TASK ITEM:
Your task is to copy every line of the records below that contains "size".

MATERIAL PROVIDED:
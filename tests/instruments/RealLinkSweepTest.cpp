// Whole sweeps over real pseudo-terminals and loopback TCP in wall time (short dwell): a link
// unplugged mid-sweep, the pairing window, and the CLI on the virtual bench (also asking for
// Enter again after a link came back).
#include "InstrumentsTestSupport.h"

#include "InstrumentRig.h"
#include "LineFitLiveFit.h"
#include "SerialLink.h"
#include "SimEndpoints.h"
#include "SimInstrument.h"
#include "SweepController.h"
#include "TcpLink.h"
#include "VirtualBench.h"

#include <QProcess>
#include <QRegularExpression>
#include <QTemporaryDir>

#include <functional>
#include <memory>

using namespace sagline;
using namespace sagline::test;

namespace {

// The step of every "step N: ... press Enter" prompt in the CLI's stderr so far, in order
// (stderr may arrive in pieces, so the caller keeps all of it and counts what it answered).
QList<int> promptedSteps(const QString &err)
{
    static const QRegularExpression prompt(QStringLiteral("step (\\d+): .*press Enter"));
    QList<int> steps;
    for (auto it = prompt.globalMatch(err); it.hasNext();)
        steps << it.next().captured(1).toInt();
    return steps;
}

// The bench's voltmeter and ammeter on loopback TCP and `sagline-cli run` of the demo setup on
// them (short dwell and read interval) without the load: the test is the operator, who sets the
// bench's load and presses Enter at each prompt; `afterEnter` runs after each Enter.
struct CliOnTcpMeters {
    explicit CliOnTcpMeters(bool heating) : plan(planFor(demoSetup()))
    {
        VirtualBenchOptions options = virtualBenchOptionsFor(demoSetup(), plan, 2);
        if (!heating)
            options.transformer.thermalResistanceKPerW = 0.0;
        bench = std::make_unique<VirtualBench>(options, &clock);
        voltmeter = std::make_unique<TcpEndpoint>(bench->voltmeter());
        ammeter = std::make_unique<TcpEndpoint>(bench->ammeter());
        QObject::connect(&cli, &QProcess::readyReadStandardError, [this] {
            err += QString::fromUtf8(cli.readAllStandardError());
            for (const int step : promptedSteps(err).mid(enters)) {
                bench->setLoad(plan.steps[step].loadResistanceOhm); // the operator sets the load...
                cli.write("\n");                                    // ...and presses Enter
                ++enters;
                if (afterEnter)
                    afterEnter(step);
            }
        });
    }

    bool start(QString *error)
    {
        if (!voltmeter->start(0, error) || !ammeter->start(0, error))
            return false;
        cli.start(QStringLiteral(SAGLINE_CLI_PATH),
                  {QStringLiteral("run"), QStringLiteral(SAGLINE_SOURCE_DIR "/resources/demo-setup.json"), QStringLiteral("--voltmeter"),
                   QStringLiteral("tcp:127.0.0.1:%1").arg(voltmeter->port()), QStringLiteral("--ammeter"),
                   QStringLiteral("127.0.0.1:%1").arg(ammeter->port()), QStringLiteral("--dwell"), QStringLiteral("0.02"),
                   QStringLiteral("--read-interval"), QStringLiteral("0.01"), QStringLiteral("--operator"), QStringLiteral("test"),
                   QStringLiteral("-o"), dir.path() + QStringLiteral("/bench.sagline")});
        return true;
    }

    bool finishes(int timeoutMs) { return waitUntil([this] { return cli.state() == QProcess::NotRunning; }, timeoutMs); }

    VirtualClock clock{0};
    Plan plan;
    std::unique_ptr<VirtualBench> bench;
    std::unique_ptr<TcpEndpoint> voltmeter;
    std::unique_ptr<TcpEndpoint> ammeter;
    QTemporaryDir dir;
    QString err; // all of the CLI's stderr so far (prompts may arrive in pieces)
    int enters = 0;
    std::function<void(int)> afterEnter;
    QProcess cli; // last: gone before anything its handler uses
};

// The virtual bench served on a pty (voltmeter), TCP (ammeter) and a pty (load), with a rig of
// real SerialLink / TcpLink instruments on the other side.
struct WiredBench {
    WiredBench()
    {
        const sagline::Setup setup = demoSetup();
        plan = planFor(setup);
        bench = std::make_unique<VirtualBench>(virtualBenchOptionsFor(setup, plan, 11), &clock);
        voltmeterPty = std::make_unique<PtyEndpoint>(bench->voltmeter(), dir.path() + QStringLiteral("/voltmeter"));
        loadPty = std::make_unique<PtyEndpoint>(bench->loadInstrument(), dir.path() + QStringLiteral("/load"));
        ammeterTcp = std::make_unique<TcpEndpoint>(bench->ammeter());
        QString error;
        EXPECT_TRUE(voltmeterPty->start(&error) && loadPty->start(&error) && ammeterTcp->start(0, &error))
            << error.toStdString();

        auto serial = [](const QString &path) {
            SerialSettings settings;
            settings.portName = path;
            settings.baudRate = 115200;
            auto *link = new SerialLink(settings);
            link->setTimeoutMs(400);
            return link;
        };
        auto *voltmeter = new ScpiInstrument(QStringLiteral("voltmeter"), serial(voltmeterPty->linkPath()));
        voltmeter->setRoles({defaultRoleConfig(MeterRole::SecondaryVoltage)});
        auto *tcp = new TcpLink(QStringLiteral("127.0.0.1"), ammeterTcp->port());
        tcp->setTimeoutMs(400);
        auto *ammeter = new ScpiInstrument(QStringLiteral("ammeter"), tcp);
        ammeter->setRoles({defaultRoleConfig(MeterRole::SecondaryCurrent)});
        rig = std::make_unique<InstrumentRig>();
        rig->addInstrument(voltmeter);
        rig->addInstrument(ammeter);
        rig->setLoadInstrument(new ScpiInstrument(QStringLiteral("load"), serial(loadPty->linkPath())));
        for (ScpiInstrument *i : rig->instruments())
            i->setReconnectIntervalMs(50);
        rig->connectAll();
        EXPECT_TRUE(waitUntil([this] { return rig->isReady(); }));

        options = sweepOptionsFor(setup, plan);
        options.dwellMs = 20;
        options.readIntervalMs = 10;
        options.stability.maxTimeS = 1.0;
    }

    SystemClock clock;
    QTemporaryDir dir;
    Plan plan;
    std::unique_ptr<VirtualBench> bench;
    std::unique_ptr<PtyEndpoint> voltmeterPty;
    std::unique_ptr<PtyEndpoint> loadPty;
    std::unique_ptr<TcpEndpoint> ammeterTcp;
    std::unique_ptr<InstrumentRig> rig;
    SweepOptions options;
    MemorySink sink;
    LineFitLiveFit fit;
};

} // namespace

TEST(RealLinkSweep, UnpluggedMidSweepItPausesAndResumesWithNothingLost)
{
    WiredBench w;
    SweepController c(w.plan, w.options, w.rig.get(), &w.sink, &w.fit, &w.clock);
    std::vector<int> steps;
    int lost = 0;
    int restored = 0;
    std::optional<SweepOutcome> outcome;
    QObject::connect(&c, &SweepController::pointRecorded, [&](const Reading &r, const LiveFitSnapshot &) {
        steps.push_back(r.step);
        if (r.step == 4)
            w.bench->voltmeter()->vanish(400); // the voltmeter's cable is pulled for 0.4 s
    });
    QObject::connect(&c, &SweepController::linkLost, [&](const QString &) { ++lost; });
    QObject::connect(&c, &SweepController::linkRestored, [&](const QString &) { ++restored; });
    QObject::connect(&c, &SweepController::finished, [&](SweepOutcome o) { outcome = o; });
    c.start();
    ASSERT_TRUE(waitUntil([&] { return outcome.has_value(); }, 20000)) << toString(c.state()).toStdString();
    EXPECT_EQ(*outcome, SweepOutcome::Completed);
    EXPECT_EQ(lost, 1);
    EXPECT_EQ(restored, 1);
    ASSERT_EQ(steps.size(), w.plan.steps.size());
    for (std::size_t i = 0; i < steps.size(); ++i)
        EXPECT_EQ(steps[i], static_cast<int>(i));
    EXPECT_EQ(w.sink.readings.size(), w.plan.steps.size());
}

TEST(RealLinkSweep, VoltageAndCurrentReadTooFarApartAreNotPaired)
{
    WiredBench w;
    w.options.pairWindowMs = 100;
    SimFaultRates rates;
    rates.slowDelayMs = 250; // within the 400 ms timeout, beyond the 100 ms window
    w.bench->ammeter()->setFaultRates(rates);
    SweepController c(w.plan, w.options, w.rig.get(), &w.sink, &w.fit, &w.clock);
    QStringList notices;
    std::optional<SweepOutcome> outcome;
    QObject::connect(&c, &SweepController::notice, [&](const QString &m) { notices << m; });
    QObject::connect(&c, &SweepController::stepStarted, [&](int step, const QString &) {
        if (step == 2)
            w.bench->ammeter()->injectFault(SimFault::Slow);
    });
    QObject::connect(&c, &SweepController::finished, [&](SweepOutcome o) { outcome = o; });
    c.start();
    ASSERT_TRUE(waitUntil([&] { return outcome.has_value(); }, 20000));
    EXPECT_EQ(*outcome, SweepOutcome::Completed);
    EXPECT_TRUE(notices.join('\n').contains(QStringLiteral("ms apart"))) << notices.join('\n').toStdString();
    EXPECT_EQ(w.sink.readings.size(), w.plan.steps.size());
}

TEST(RunCommand, ASimulatedSweepFitsTheSimulatedTransformer)
{
    QTemporaryDir dir;
    const QString session = dir.path() + QStringLiteral("/demo.sagline");
    QProcess cli;
    cli.start(QStringLiteral(SAGLINE_CLI_PATH),
              {QStringLiteral("run"), QStringLiteral(SAGLINE_SOURCE_DIR "/resources/demo-setup.json"), QStringLiteral("--sim"),
               QStringLiteral("--seed"), QStringLiteral("5"), QStringLiteral("-o"), session});
    ASSERT_TRUE(cli.waitForFinished(30000));
    const QString out = QString::fromUtf8(cli.readAllStandardOutput());
    const QString err = QString::fromUtf8(cli.readAllStandardError());
    ASSERT_EQ(cli.exitCode(), 0) << err.toStdString();
    // One line per point, starting with its step number.
    const QRegularExpression pointLine(QStringLiteral("^ ?(\\d+)  I +([0-9.]+) A  V +([0-9.]+) V  live R"),
                                       QRegularExpression::MultilineOption);
    int points = 0;
    for (auto it = pointLine.globalMatch(out); it.hasNext(); it.next())
        ++points;
    EXPECT_EQ(points, 9) << out.toStdString();
    // The final fit against the simulated transformer (demo: V0 19.6 V, R 0.48 Ω at 20 °C):
    // within the fit's expanded uncertainty plus the meters' fixed gain errors (<= 0.17 % V,
    // 0.33 % I) and a little copper heating.
    const QRegularExpression r(QStringLiteral("Series resistance R +([0-9.]+) mΩ ± ([0-9.]+) mΩ"));
    const QRegularExpression v0(QStringLiteral("No-load voltage V0 +([0-9.]+) V ± ([0-9.]+) V"));
    const auto rm = r.match(out);
    const auto vm = v0.match(out);
    ASSERT_TRUE(rm.hasMatch() && vm.hasMatch()) << out.toStdString();
    EXPECT_NEAR(rm.captured(1).toDouble(), 480.0, rm.captured(2).toDouble() + 0.006 * 480.0 + 5.0);
    EXPECT_NEAR(vm.captured(1).toDouble(), 19.6, vm.captured(2).toDouble() + 0.002 * 19.6);
    EXPECT_TRUE(QFile::exists(session));
}

TEST(RunCommand, ASafetyStopExitsWithThree)
{
    QTemporaryDir dir;
    QProcess cli;
    cli.start(QStringLiteral(SAGLINE_CLI_PATH),
              {QStringLiteral("run"), QStringLiteral(SAGLINE_SOURCE_DIR "/resources/demo-setup.json"), QStringLiteral("--sim"),
               QStringLiteral("--sim-fuse-rating"), QStringLiteral("0.1"), QStringLiteral("-o"),
               dir.path() + QStringLiteral("/stop.sagline")});
    ASSERT_TRUE(cli.waitForFinished(30000));
    EXPECT_EQ(cli.exitCode(), 3);
    EXPECT_TRUE(QString::fromUtf8(cli.readAllStandardError()).contains(QStringLiteral("SAFETY STOP at step")));
}

TEST(RunCommand, BadArgumentsExitWithTwoAndSayWhy)
{
    QProcess cli;
    cli.start(QStringLiteral(SAGLINE_CLI_PATH), {QStringLiteral("run"), QStringLiteral("x.json"), QStringLiteral("--sim")});
    ASSERT_TRUE(cli.waitForFinished(10000));
    EXPECT_EQ(cli.exitCode(), 2);
    EXPECT_TRUE(QString::fromUtf8(cli.readAllStandardError()).contains(QStringLiteral("-o SESSION.sagline")));
    cli.start(QStringLiteral(SAGLINE_CLI_PATH), {QStringLiteral("run"), QStringLiteral(SAGLINE_SOURCE_DIR "/resources/demo-setup.json"),
                                                 QStringLiteral("--voltmeter"), QStringLiteral("tcp:localhost:99999"),
                                                 QStringLiteral("--ammeter"), QStringLiteral("/dev/null"), QStringLiteral("-o"),
                                                 QStringLiteral("/tmp/never.sagline")});
    ASSERT_TRUE(cli.waitForFinished(10000));
    EXPECT_EQ(cli.exitCode(), 2);
    EXPECT_TRUE(QString::fromUtf8(cli.readAllStandardError()).contains(QStringLiteral("voltmeter address")));
}

TEST(RunCommand, WithRealMetersItWaitsForEnterAtEachStep)
{
    // The bench's meters on loopback TCP; its load is not given to the CLI, so a person (here
    // the test) sets it and presses Enter at each step.
    CliOnTcpMeters run(true);
    QString error;
    ASSERT_TRUE(run.start(&error)) << error.toStdString();
    ASSERT_TRUE(run.finishes(8000)) << run.err.toStdString() << QString::fromUtf8(run.cli.readAllStandardOutput()).toStdString();
    EXPECT_EQ(run.cli.exitCode(), 0) << run.err.toStdString();
    EXPECT_EQ(run.enters, 9);
    const QString out = QString::fromUtf8(run.cli.readAllStandardOutput());
    EXPECT_TRUE(out.contains(QStringLiteral(" 8  I "))) << out.toStdString();
    EXPECT_TRUE(run.err.contains(QStringLiteral("connected voltmeter: Sagline Virtual Bench,VB-V1")));
}

TEST(RunCommand, AfterALinkIsRestoredItWaitsForEnterAgainBeforeReading)
{
    // As above; at step 3 the voltmeter's link goes away just as Enter is pressed, and someone
    // turns the rheostat to twice the resistance while it is away. Once the link is back the CLI
    // asks again; the test (the operator) puts the load right and presses Enter.
    CliOnTcpMeters run(false);
    const Plan &plan = run.plan;
    bool pulled = false;
    run.afterEnter = [&](int step) {
        if (step == 3 && !pulled) {
            pulled = true;
            run.bench->voltmeter()->vanish(300);
            run.bench->setLoad(2.0 * *plan.steps[3].loadResistanceOhm);
        }
    };
    QString error;
    ASSERT_TRUE(run.start(&error)) << error.toStdString();
    ASSERT_TRUE(run.finishes(15000)) << run.err.toStdString();
    const QString &err = run.err;
    EXPECT_EQ(run.cli.exitCode(), 0) << err.toStdString();
    EXPECT_TRUE(pulled);
    EXPECT_EQ(run.enters, 10) << err.toStdString(); // nine steps and step 3 once more
    // Whether the Enter reached the CLI before the link went or not, it asks again for step 3.
    EXPECT_TRUE(err.contains(QRegularExpression(QStringLiteral("step 3: link restored: .*-- press Enter to confirm"))))
        << err.toStdString();
    EXPECT_TRUE(err.contains(QStringLiteral("check the load, then press Enter to resume"))) << err.toStdString();
    // Step 3's point is at the planned load (twice the resistance would give about half the current).
    const QString out = QString::fromUtf8(run.cli.readAllStandardOutput());
    const QRegularExpression step3(QStringLiteral("^ ?3  I +([0-9.]+) A"), QRegularExpression::MultilineOption);
    const auto m = step3.match(out);
    ASSERT_TRUE(m.hasMatch()) << out.toStdString();
    EXPECT_NEAR(m.captured(1).toDouble(), plan.steps[3].currentA, 0.05 * plan.steps[3].currentA);
}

OUTPUT:
    ASSERT_EQ(steps.size(), w.plan.steps.size());
    for (std::size_t i = 0; i < steps.size(); ++i)
    EXPECT_EQ(w.sink.readings.size(), w.plan.steps.size());
    EXPECT_EQ(w.sink.readings.size(), w.plan.steps.size());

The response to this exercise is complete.